[Stored entries]:
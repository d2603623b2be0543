//! A plant's metrics: which registry rows apply to which subjects, each replication's values, lookup by name.

use serde::Serialize;

use crate::plant::Plant;
use crate::sim::RepStats;

use super::compute::value;
use super::registry::{canonical, Better, Def, Kind, Scope, When, DEFS};

/// Which of the optional figures a plant reports.
#[derive(Debug, Clone, Copy, PartialEq, Eq)]
pub struct Features {
    /// Some department has finite staging.
    pub staging: bool,
    /// Some department has an overflow location.
    pub overflow: bool,
    /// Some receiving dock may turn lots away, or `--allow-overload` may (at the WIP cap).
    pub turn_away: bool,
    /// The aisle network is simulated segment by segment (a capacity, a speed limit or a zone).
    pub aisles: bool,
    /// Some lot has a due date.
    pub due: bool,
}

impl Features {
    /// What `plant` has.
    pub fn of(plant: &Plant) -> Features {
        Features {
            staging: plant.departments.iter().any(|d| d.staging.is_limited()),
            overflow: plant.departments.iter().any(|d| d.staging.overflow.is_some()),
            turn_away: plant.run.allow_overload || plant.departments.iter().any(|d| d.turn_away),
            aisles: plant.aisles.as_ref().is_some_and(|n| n.needs_simulation()),
            due: plant.has_due_dates(),
        }
    }
}

/// Whether `plant` (with features `f`) has metric `d` for subject `i` of its scope.
fn applies(plant: &Plant, f: &Features, d: &Def, i: usize) -> bool {
    match (d.when, d.scope) {
        (When::Always, _) => true,
        (When::Staging, _) => f.staging,
        (When::Overflow, _) => f.overflow,
        (When::TurnAway, _) => f.turn_away,
        (When::Aisles, _) => f.aisles,
        (When::Breakdowns, Scope::Department) => plant.departments[i].breakdowns.is_some(),
        (When::Breakdowns, Scope::Fleet) => {
            let fl = &plant.fleets()[i];
            fl.breakdowns.is_some() || fl.charging.is_some()
        }
        (When::Calendar, Scope::Department) => plant.departments[i].calendar.is_some(),
        (When::Calendar, Scope::Fleet) => plant.fleets()[i].operators.duty.is_some(),
        (When::Setups, Scope::Department) => plant.departments[i].setups.is_some(),
        (When::Batches, Scope::Department) => plant.departments[i].batch.is_some(),
        (When::DueDates, Scope::Plant) => f.due,
        (When::Crews, Scope::Plant) => !plant.crews.is_empty(),
        (When::Crews, Scope::Department) => plant.departments[i].people.is_some(),
        (When::Calendar, Scope::Crew) => plant.crews[i].duty.is_some(),
        (When::DueDates, Scope::Product) => product_has_due_dates(plant, i),
        (When::Assembly, Scope::Product) => match d.id {
            super::registry::Id::ProductPartWait => plant.products[i].into.is_some(),
            _ => !plant.products[i].kits.is_empty(),
        },
        _ => false,
    }
}

/// Whether product `p`'s lots have due dates: its own allowance, or a due
/// date on one of its trace orders.
pub fn product_has_due_dates(plant: &Plant, p: usize) -> bool {
    plant.products[p].due_within_s.is_some()
        || plant.orders.as_ref().is_some_and(|t| t.orders.iter().any(|o| o.product == p && o.due_s.is_some()))
}

/// One metric of one plant: a registry row and its subject.
#[derive(Debug, Clone, Serialize)]
pub struct Metric {
    /// Plant, product, department, fleet or segment.
    pub scope: Scope,
    /// The product, department or fleet id, or `segment-3`; empty for the plant.
    pub subject: String,
    /// The registry name, e.g. `flow_time_s`.
    pub name: &'static str,
    /// Duration or plain number.
    pub kind: Kind,
    /// Which direction is better.
    pub better: Better,
    /// The registry row.
    #[serde(skip)]
    pub def: &'static Def,
    /// The subject's index in its scope (0 for the plant).
    #[serde(skip)]
    pub index: usize,
}

impl Metric {
    /// `flow_time_s` for the plant, `pump-housing/flow_time_s` for a product's.
    pub fn label(&self) -> String {
        if self.subject.is_empty() {
            self.name.to_string()
        } else {
            format!("{}/{}", self.subject, self.name)
        }
    }

    /// The table label with its subject: "flow time", "pump-housing flow time".
    pub fn human(&self) -> String {
        if self.subject.is_empty() {
            self.def.label.to_string()
        } else {
            format!("{} {}", self.subject, self.def.label)
        }
    }

    /// This metric's value in replication `r`.
    pub fn value(&self, plant: &Plant, r: &RepStats) -> f64 {
        value(self.def.id, plant, r, self.index)
    }
}

/// The subject name of aisle segment `s` in metric labels: `segment-3/traversals_per_h`.
pub fn segment_subject(s: usize) -> String {
    format!("segment-{s}")
}

/// The subjects of `scope` in `plant`: (index, name).
pub fn subjects(plant: &Plant, scope: Scope) -> Vec<(usize, String)> {
    match scope {
        Scope::Plant => vec![(0, String::new())],
        Scope::Product => plant.products.iter().enumerate().map(|(i, p)| (i, p.id.clone())).collect(),
        Scope::Department => plant.departments.iter().enumerate().map(|(i, d)| (i, d.id.clone())).collect(),
        Scope::Fleet => plant.fleets().iter().enumerate().map(|(i, f)| (i, f.id.clone())).collect(),
        Scope::Crew => plant.crews.iter().enumerate().map(|(i, c)| (i, c.id.clone())).collect(),
        Scope::Segment => {
            let n = if Features::of(plant).aisles {
                plant.aisles.as_ref().map_or(0, |a| a.segments.len())
            } else {
                0
            };
            (0..n).map(|s| (s, segment_subject(s))).collect()
        }
    }
}

/// Every metric of `plant` that applies, listed or not, in report order.
fn all(plant: &Plant, listed_only: bool) -> Vec<Metric> {
    let features = Features::of(plant);
    let mut out = Vec::new();
    for scope in [Scope::Plant, Scope::Product, Scope::Department, Scope::Fleet, Scope::Crew, Scope::Segment]
    {
        for (index, subject) in subjects(plant, scope) {
            for def in DEFS.iter().filter(|d| d.scope == scope && (d.listed || !listed_only)) {
                if applies(plant, &features, def, index) {
                    out.push(Metric {
                        scope,
                        subject: subject.clone(),
                        name: def.name,
                        kind: def.kind(),
                        better: def.better,
                        def,
                        index,
                    });
                }
            }
        }
    }
    out
}

/// Every listed metric of `plant` (those compare and experiments carry), in the order [`values`] returns them.
pub fn metrics(plant: &Plant) -> Vec<Metric> {
    all(plant, true)
}

/// Every metric of `plant`, listed or not (fleet sizing and targets may name any).
pub fn every_metric(plant: &Plant) -> Vec<Metric> {
    all(plant, false)
}

/// Every listed metric's value in one replication, in the order of [`metrics`].
pub fn values(plant: &Plant, r: &RepStats) -> Vec<f64> {
    metrics(plant).iter().map(|m| m.value(plant, r)).collect()
}

/// Index of a metric by its label (`flow_time_s`, `pump-housing/flow_time_s`),
/// read through [`canonical`] so old names and `utilisation` are found too.
/// The second value is the note to show when the name was rewritten.
pub fn find_metric(list: &[Metric], label: &str) -> Option<(usize, Option<String>)> {
    let (subject, name) = match label.rsplit_once('/') {
        Some((s, n)) => (s, n),
        None => ("", label),
    };
    let (name, note) = canonical(name.trim());
    let subject = subject.trim();
    list.iter().position(|m| m.subject == subject && m.name == name).map(|i| (i, note))
}

/// Mean of metric `m` over the replications that observed it; `None` if none did.
pub fn values_mean(rows: &[Vec<f64>], m: usize) -> Option<f64> {
    let (sum, n) =
        rows.iter().map(|v| v[m]).filter(|x| x.is_finite()).fold((0.0, 0usize), |(s, n), x| (s + x, n + 1));
    (n > 0).then(|| sum / n as f64)
}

[Aim of the task]:
All lines of the records containing "RepStats" should be shown.

[Solution below]:
use crate::sim::RepStats;
    pub fn value(&self, plant: &Plant, r: &RepStats) -> f64 {
pub fn values(plant: &Plant, r: &RepStats) -> Vec<f64> {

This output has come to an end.